**WHAT TO DO:** Which lines in the data contain the word "startswith"? Please copy each of them.

**Extracted records:**
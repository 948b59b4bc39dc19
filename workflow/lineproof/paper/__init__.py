"""The paper: tables, figures and report, printed from the estimates without any statistics."""
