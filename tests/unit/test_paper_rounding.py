"""Numbers as printed text."""

from __future__ import annotations

import math
from fractions import Fraction

import pytest
from hypothesis import given
from hypothesis import strategies as st

from lineproof.paper.rounding import DASH, FORMATS, printed, share


@pytest.mark.parametrize(
    ("value", "name", "text"),
    [
        (0.00125, "percent", "0.13"),  # half up, where binary rounding of 0.125 gives 0.12
        (-0.00125, "percent", "-0.13"),
        (2.675, "number", "2.68"),  # the double below 2.675 is still written 2.675
        (-0.00004, "percent", "0.00"),  # never minus zero
        (-0.0, "number", "0.00"),
        (1.0, "number", "1.00"),
        (0.0004999, "p", "<0.001"),
        (0.0005, "p", "0.001"),
        (0.0, "p", "0.000"),
        (0.9996, "p", "1.000"),
        (253112.0, "count", "253,112"),
        (281.25, "average", "281.3"),
        (1e30, "number", "1" + "0" * 30),
        (1e-300, "number", "0.00"),
        (None, "number", ""),
        (math.nan, "percent", DASH),
        (math.inf, "number", DASH),
    ],
)
def test_hand_worked(value: float | None, name: str, text: str) -> None:
    assert printed(value, name) == text


def test_unknown_format_is_an_error() -> None:
    with pytest.raises(KeyError):
        printed(1.0, "furlongs")


@given(st.floats(-1e9, 1e9), st.sampled_from(sorted(FORMATS)))
def test_nearest_and_away_from_zero_when_halfway(value: float, name: str) -> None:
    """Exact rational arithmetic on the shortest decimal form is the oracle."""
    style, text = FORMATS[name], printed(value, name)
    exact = Fraction(repr(value)) * 10**style.shift
    unit = Fraction(1, 10**style.places)
    if text.startswith("<"):
        assert 0 < exact < unit / 2
        return
    back = Fraction(text.replace(",", ""))
    assert abs(back - exact) <= unit / 2
    if abs(back - exact) == unit / 2:
        assert abs(back) > abs(exact)
    assert not (back == 0 and text.startswith("-"))


@pytest.mark.parametrize(
    ("value", "text"), [(0.05, "5"), (0.025, "2.5"), (0.1, "10"), (0.95, "95"), (-0.3, "−30")]
)
def test_shares_have_no_trailing_zeros(value: float, text: str) -> None:
    assert share(value) == text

**RESPONSE:**
    if text.startswith("<"):
    assert not (back == 0 and text.startswith("-"))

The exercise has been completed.